Mortgage delinquencies fell to 7.58%, slightly higher than the street 7.4% estimate. Foreclosures edged down to 4.27%.
The eminent domain issue is becoming bigger as FHFA weighs in. To recap, San Bernardino has proposed to use eminent domain to seize performing underwater mortgages from investors. They would pay the investors a “fair price” – presumably lower than the value of the property – and write down the principal of the mortgage to the market value of the house. SIFMA (who oversees a critical part of the securitization market) warned San Bernardino that if they followed this path that newly-mortgages originated in that area would be ineligible for inclusion into TBA pools, which would make it extremely difficult to get a mortgage there. California Lieutenant Governor Gavin Newsom fired back, telling the organization to “cease making threats to the local officials of San Bernardino County.” Now FHFA has stepped in with a notice expressing “significant concerns” regarding the proposal, which is really more or less theft. Unless the county backs off, this could become to big to ignore, making it an explosive issue (for Democrats, at least) going into the election.

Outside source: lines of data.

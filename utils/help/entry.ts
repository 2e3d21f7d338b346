import type { Expr, Formula } from './formula'
import { evaluate, isTwofold } from './formula'
import { spokenFormula } from './speech'
import type { Source } from './sources'
import { formatInterval, formatNumber, THIN_SPACE } from '../format'

/** A number that went into a formula. Several values at once are a list. */
export interface HelpInput {
  readonly symbol: string
  readonly name: string
  readonly value: number | readonly number[]
  /** How the value reads; a number is formatted where this is left out. */
  readonly text?: string
  readonly unit?: string
  /** Where it was entered or measured. */
  readonly from?: string
}

/** One formula of an explanation, and how its value reads. */
export interface HelpStep extends Formula {
  readonly name: string
  readonly unit?: string
  /** The value as the page shows it; six digits without. A formula with ± has its two ends. */
  readonly show?: (value: number) => string
  /** Its value is the number asked about; the last step's where none is marked. */
  readonly isAsked?: boolean
}

/** How one kind of number is computed, as a function of what it was computed from. */
export interface HelpEntry<Given> {
  readonly steps?: (given: Given) => readonly HelpStep[]
  readonly inputs: (given: Given) => readonly HelpInput[]
  /** In words: what the symbols mean, or the procedure where no formula says it. */
  readonly method?: (given: Given) => string
  /** The value as shown, of numbers that a procedure gives. */
  readonly result?: (given: Given) => string
  readonly unit?: (given: Given) => string | undefined
  readonly sources: (given: Given) => readonly Source[]
  readonly caution?: (given: Given) => string | undefined
}

export interface ShownStep {
  readonly formula: Formula
  readonly spoken: string
  /** As the page shows it; both ends of an interval. */
  readonly value: string
  readonly unit?: string
  readonly values: readonly number[]
}

export interface Explanation {
  readonly steps: readonly ShownStep[]
  readonly inputs: readonly (HelpInput & { readonly text: string })[]
  readonly method?: string
  /** The number as the page shows it, without its unit. */
  readonly result: string
  readonly unit?: string
  readonly sources: readonly Source[]
  readonly caution?: string
}

/** Differences below this are rounding: a bound that is nought exactly may come out as 1e−17. */
const ROUNDING = 1e12
const withoutRounding = (value: number): number =>
  Math.abs(value) < 1 ? Math.round(value * ROUNDING) / ROUNDING + 0 : value

function valuesOf(expr: Expr, known: Record<string, number | readonly number[]>): number[] {
  const ends = isTwofold(expr) ? ([-1, 1] as const) : ([1] as const)
  return ends.map((sign) => withoutRounding(evaluate(expr, known, sign)))
}

function textOf(values: readonly number[], show: (value: number) => string): string {
  const [low, high] = values
  if (high === undefined) return show(low!)
  // Both ends bear the unit of the format, such as %: it is said once.
  const percent = show(low!).endsWith('%')
  return percent ? `${formatInterval(100 * low!, 100 * high)}${THIN_SPACE}%` : formatInterval(low, high)
}

/** The explanation of one number: formulas worked out from the inputs, one after the other. */
export function explainWith<Given>(entry: HelpEntry<Given>, given: Given): Explanation {
  const inputs = entry.inputs(given)
  const known: Record<string, number | readonly number[]> = {}
  const names: Record<string, string> = {}
  for (const { symbol, value, name } of inputs) {
    known[symbol] = value
    names[symbol] = name
  }
  const asked = entry.steps?.(given) ?? []
  const steps = asked.map(({ symbol, expr, name, show = formatNumber, unit }) => {
    names[symbol] = name
    const values = valuesOf(expr, known)
    if (values.length === 1) known[symbol] = values[0]!
    const value = textOf(values, show)
    return { formula: { symbol, expr }, spoken: spokenFormula({ symbol, expr }, names), value, unit, values }
  })
  const main = steps[asked.findIndex(({ isAsked }) => isAsked)] ?? steps.findLast(({ values }) => values.length === 1)
  return {
    steps,
    inputs: inputs.map((input) => ({ ...input, text: input.text ?? listText(input.value) })),
    method: entry.method?.(given),
    result: entry.result?.(given) ?? main?.value ?? '',
    unit: entry.unit?.(given),
    sources: entry.sources(given),
    caution: entry.caution?.(given),
  }
}

const MOST_LISTED = 8

function listText(value: number | readonly number[]): string {
  if (typeof value === 'number') return formatNumber(value)
  const more = value.length > MOST_LISTED ? `, … (${value.length} in all)` : ''
  return (
    value
      .slice(0, MOST_LISTED)
      .map((item) => formatNumber(item))
      .join(', ') + more
  )
}

/** Ties the type of what is given to an entry. */
export const entry = <Given>(definition: HelpEntry<Given>): HelpEntry<Given> => definition
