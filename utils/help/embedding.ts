import { CAUTIONS } from './cautions'
import { entry } from './entry'
import { greatest, minus, over, sum, times } from './formula'
import { CAI, DEFINITION, OWN } from './sources'
import { formatNumber, formatPercent, type NumberFormat } from '../format'

/** How the figures of an embedding are computed. */

/** lengthHistogram[l] is the number of chains of l qubits. */
interface Lengths {
  histogram: readonly number[]
}

const occurring = ({ histogram }: Lengths) =>
  histogram.flatMap((chains, length) => (chains > 0 ? [{ length, chains }] : []))

const lengthInputs = (lengths: Lengths) => [
  {
    symbol: 'L_k',
    name: 'lengths that occur',
    value: occurring(lengths).map(({ length }) => length),
    unit: 'qubits',
  },
  { symbol: 'N_k', name: 'chains of each length', value: occurring(lengths).map(({ chains }) => chains) },
]

/** Qubits by how many chains want them: uses[u] qubits lie on u chains. */
const shared = (uses: readonly number[]) => uses.flatMap((qubits, u) => (u > 1 && qubits > 0 ? [{ u, qubits }] : []))

export const embeddingHelp = {
  longestChain: entry<Lengths>({
    inputs: lengthInputs,
    steps: () => [{ symbol: 'L', name: 'longest chain', unit: 'qubits', expr: greatest('k', 'L_k') }],
    method: () => 'The length of a chain is its number of qubits.',
    unit: () => 'qubits',
    sources: () => [DEFINITION],
    caution: () => 'The shortest chains found need not be the shortest there are.',
  }),
  meanLength: entry<Lengths>({
    inputs: lengthInputs,
    steps: () => [
      { symbol: 'U', name: 'qubits used', unit: 'qubits', expr: sum('k', times('L_k', 'N_k')) },
      { symbol: 'n', name: 'chains', expr: sum('k', 'N_k') },
      {
        symbol: 'ℓ',
        name: 'mean length',
        unit: 'qubits',
        expr: over('U', 'n'),
        show: (value) => formatNumber(value, { decimals: 2 }),
      },
    ],
    sources: () => [DEFINITION],
  }),
  qubitsUsed: entry<Lengths & { working: number }>({
    inputs: ({ working, ...lengths }) => [
      ...lengthInputs(lengths),
      { symbol: 'q', name: 'working qubits of the machine', value: working, unit: 'qubits' },
    ],
    steps: () => [
      {
        symbol: 'U',
        name: 'qubits used',
        unit: 'qubits',
        isAsked: true,
        expr: sum('k', times('L_k', 'N_k')),
      },
      {
        symbol: 'f',
        name: 'share left free',
        expr: minus(1, over('U', 'q')),
        show: (value) => formatPercent(value),
      },
    ],
    method: () => 'The sum of the lengths of all chains: chains of a valid embedding share no qubit.',
    sources: () => [DEFINITION],
  }),
  unusedShare: entry<{ used: number; working: number; format: NumberFormat }>({
    inputs: ({ used, working }) => [
      { symbol: 'U', name: 'qubits used', value: used, unit: 'qubits' },
      { symbol: 'q', name: 'working qubits of the machine', value: working, unit: 'qubits' },
    ],
    steps: ({ format }) => [
      {
        symbol: 'f',
        name: 'share left free',
        expr: minus(1, over('U', 'q')),
        show: (value) => formatPercent(value, format),
      },
    ],
    sources: () => [DEFINITION],
  }),
  meanOfTotals: entry<{ used: number; chains: number }>({
    inputs: ({ used, chains }) => [
      { symbol: 'U', name: 'qubits used', value: used, unit: 'qubits' },
      { symbol: 'n', name: 'chains, one for each variable', value: chains },
    ],
    steps: () => [
      {
        symbol: 'ℓ',
        name: 'mean length',
        unit: 'qubits',
        expr: over('U', 'n'),
        show: (value) => formatNumber(value, { decimals: 2 }),
      },
    ],
    sources: () => [DEFINITION],
  }),
  chainCouplers: entry<{ couplers: number; used: number; chains: number }>({
    inputs: ({ used, chains }) => [
      { symbol: 'U', name: 'qubits used', value: used, unit: 'qubits' },
      { symbol: 'n', name: 'chains', value: chains },
    ],
    method: ({ used, chains }) =>
      `Working couplers with both ends in one chain, counted over all chains. Chains that are trees would have U − n = ${formatNumber(used - chains)}; what is beyond that closes cycles.`,
    result: ({ couplers }) => formatNumber(couplers),
    sources: () => [DEFINITION],
  }),
  interactionCouplers: entry<{ couplers: number; interactions: number }>({
    inputs: ({ interactions }) => [{ symbol: 'm', name: 'interactions of the problem', value: interactions }],
    method: () =>
      'Working couplers between the chains of two variables that interact, counted over all interactions. Each needs at least one; where there are several, J is shared over them.',
    result: ({ couplers }) => formatNumber(couplers),
    sources: () => [DEFINITION],
  }),
  overlap: entry<{ uses: readonly number[]; overlap: number }>({
    inputs: ({ uses }) => [
      { symbol: 'u_k', name: 'numbers of chains on one qubit', value: shared(uses).map(({ u }) => u) },
      { symbol: 'Q_k', name: 'qubits with so many', value: shared(uses).map(({ qubits }) => qubits), unit: 'qubits' },
    ],
    steps: ({ uses }) =>
      shared(uses).length ? [{ symbol: 'O', name: 'overlap', expr: sum('k', times('Q_k', minus('u_k', 1))) }] : [],
    method: () => 'Every chain on a qubit beyond the first counts once. An embedding is valid when it is 0.',
    result: ({ overlap }) => formatNumber(overlap),
    sources: () => [CAI],
    caution: () => CAUTIONS.noneFound,
  }),
  unmetInteractions: entry<{ unmet: number }>({
    inputs: () => [],
    method: () => 'Interactions whose two chains share no working coupler, in the closest state of the search.',
    result: ({ unmet }) => formatNumber(unmet),
    sources: () => [DEFINITION],
  }),
  neededQubits: entry<{ needed: number; working: number }>({
    inputs: ({ working }) => [{ symbol: 'q', name: 'working qubits of the machine', value: working, unit: 'qubits' }],
    method: () =>
      'The qubits of all chains in the closest state of the search, shared ones counted for each; a variable without a chain counts as the mean of the others.',
    result: ({ needed }) => formatNumber(needed),
    sources: () => [OWN],
    caution: () => 'An estimate from one state: it does not say that an embedding exists on more qubits.',
  }),
}
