/** Places of the two int32 that a task's thread and its caller share: 1 asks the task to stop; 1 says that it began. */
export const FLAGS = { stop: 0, begun: 1 } as const
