/**
 * Formulas as data: the same tree is set as mathematics, spoken, and worked out from the inputs listed beside it, so that
 * what is shown is what was computed.
 */

/** A symbol is a letter with an optional index after `_`: `n`, `J_rms`, `σ_J`. */
export type Expr =
  | number
  | string
  | { readonly op: 'plus' | 'times'; readonly of: readonly Expr[] }
  | { readonly op: 'minus' | 'over' | 'plusMinus'; readonly a: Expr; readonly b: Expr }
  | { readonly op: 'root' | 'size' | 'square'; readonly of: Expr }
  /** The largest of a few values. */
  | { readonly op: 'most' | 'least'; readonly of: readonly Expr[] }
  /** Over all values of a list; symbols of lists in the body stand for one value each. */
  | { readonly op: 'sum' | 'greatest'; readonly index: string; readonly body: Expr }

/** `symbol = expr`. */
export interface Formula {
  readonly symbol: string
  readonly expr: Expr
}

/** Values of symbols; lists are of equal length. */
export type Values = Readonly<Record<string, number | readonly number[]>>

export const plus = (...of: Expr[]): Expr => ({ op: 'plus', of })
export const times = (...of: Expr[]): Expr => ({ op: 'times', of })
export const minus = (a: Expr, b: Expr): Expr => ({ op: 'minus', a, b })
export const over = (a: Expr, b: Expr): Expr => ({ op: 'over', a, b })
export const plusMinus = (a: Expr, b: Expr): Expr => ({ op: 'plusMinus', a, b })
export const root = (of: Expr): Expr => ({ op: 'root', of })
export const size = (of: Expr): Expr => ({ op: 'size', of })
export const square = (of: Expr): Expr => ({ op: 'square', of })
export const most = (...of: Expr[]): Expr => ({ op: 'most', of })
export const least = (...of: Expr[]): Expr => ({ op: 'least', of })
export const sum = (index: string, body: Expr): Expr => ({ op: 'sum', index, body })
export const greatest = (index: string, body: Expr): Expr => ({ op: 'greatest', index, body })

function valueOf(symbol: string, values: Values, place: number | null): number {
  const value = values[symbol]
  if (value === undefined) throw new RangeError(`no input for ${symbol}`)
  if (typeof value === 'number') return value
  const item = place === null ? undefined : value[place]
  if (item === undefined) throw new RangeError(`${symbol} is a list`)
  return item
}

/** Symbols in an expression, each once. */
export function symbolsOf(expr: Expr): string[] {
  if (typeof expr === 'number') return []
  if (typeof expr === 'string') return [expr]
  if ('body' in expr) return symbolsOf(expr.body)
  const parts =
    'a' in expr ? [expr.a, expr.b] : typeof expr.of === 'object' && Array.isArray(expr.of) ? expr.of : [expr.of]
  return [...new Set((parts as Expr[]).flatMap(symbolsOf))]
}

function lengthOf(body: Expr, values: Values): number {
  const lists = symbolsOf(body).flatMap((symbol) => {
    const value = values[symbol]
    return typeof value === 'object' ? [value.length] : []
  })
  return lists[0] ?? 0
}

/**
 * Works an expression out.
 * @param sign of the second term of ±
 * @throws RangeError for a symbol without a value, or a list outside a sum
 */
export function evaluate(expr: Expr, values: Values, sign: 1 | -1 = 1, place: number | null = null): number {
  const at = (part: Expr): number => evaluate(part, values, sign, place)
  if (typeof expr === 'number') return expr
  if (typeof expr === 'string') return valueOf(expr, values, place)
  switch (expr.op) {
    case 'plus':
      return expr.of.reduce<number>((total, part) => total + at(part), 0)
    case 'times':
      return expr.of.reduce<number>((product, part) => product * at(part), 1)
    case 'minus':
      return at(expr.a) - at(expr.b)
    case 'over':
      return at(expr.a) / at(expr.b)
    case 'plusMinus':
      return at(expr.a) + sign * at(expr.b)
    case 'root':
      return Math.sqrt(at(expr.of))
    case 'size':
      return Math.abs(at(expr.of))
    case 'square':
      return at(expr.of) ** 2
    case 'most':
      return Math.max(...expr.of.map(at))
    case 'least':
      return Math.min(...expr.of.map(at))
    default: {
      const items = Array.from({ length: lengthOf(expr.body, values) }, (_, k) => evaluate(expr.body, values, sign, k))
      if (expr.op === 'sum') return items.reduce((total, item) => total + item, 0)
      return Math.max(...items)
    }
  }
}

/** Whether ± occurs, so that there are two values. */
export function isTwofold(expr: Expr): boolean {
  if (typeof expr !== 'object') return false
  if (expr.op === 'plusMinus') return true
  if ('body' in expr) return isTwofold(expr.body)
  const parts =
    'a' in expr ? [expr.a, expr.b] : Array.isArray(expr.of) ? (expr.of as readonly Expr[]) : [expr.of as Expr]
  return parts.some(isTwofold)
}

/** Whether brackets are needed where the expression stands as a factor or under a square. */
export function isCompound(expr: Expr): boolean {
  return typeof expr === 'object' && ['plus', 'minus', 'plusMinus', 'sum'].includes(expr.op)
}
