import type { Letter, LetterPart } from './letter'
import { lineByLine, oneLine } from './letter'

const MOST_LISTED = 5
const LONGEST_QUOTE = 400

/** A letter as it is told in the product: plain text without the list of pages. */
export interface NewsWords {
  title: string
  text: string
  quote: string | null
  path: string
}

function listed(part: LetterPart | undefined): string {
  if (!part || !('list' in part)) return ''
  const names = part.list.slice(0, MOST_LISTED).map(({ text }) => oneLine(text))
  const more = part.list.length - names.length
  return ` ${names.join('; ')}${more > 0 ? `; and ${more} more` : ''}.`
}

function shortened(text: string): string {
  const characters = [...text]
  return characters.length > LONGEST_QUOTE ? `${characters.slice(0, LONGEST_QUOTE - 1).join('')}…` : text
}

/** Says the same as a letter in fewer words: its subject, its first words with what they list, and what a person wrote. */
export function newsOfLetter({ subject, parts, action }: Letter): NewsWords {
  const first = parts.findIndex((part) => 'text' in part)
  const opening = parts[first]
  const quoted = parts.find((part) => 'quote' in part)
  return {
    title: oneLine(subject),
    text: opening && 'text' in opening ? lineByLine(opening.text) + listed(parts[first + 1]) : '',
    quote: quoted ? shortened(lineByLine(quoted.quote)) : null,
    path: action.path,
  }
}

Hey, Fannie made some money. They note that improving home prices, better efficiency in managing REO, and a continued decline in delinquency rates were able to overcome the drain from their legacy book of subprime mortgages bought during the bubble years.
Initial Jobless claims came in at 361k, slightly lower than the 370k street estimate. Initial Jobless claims have fallen back to historical norms. Chart: Initial Jobless Claims 1967-Present
Filed under: Morning Report |
In the good news bad news scenario Chinese inflation dropped last night to it’s lowest level in three years.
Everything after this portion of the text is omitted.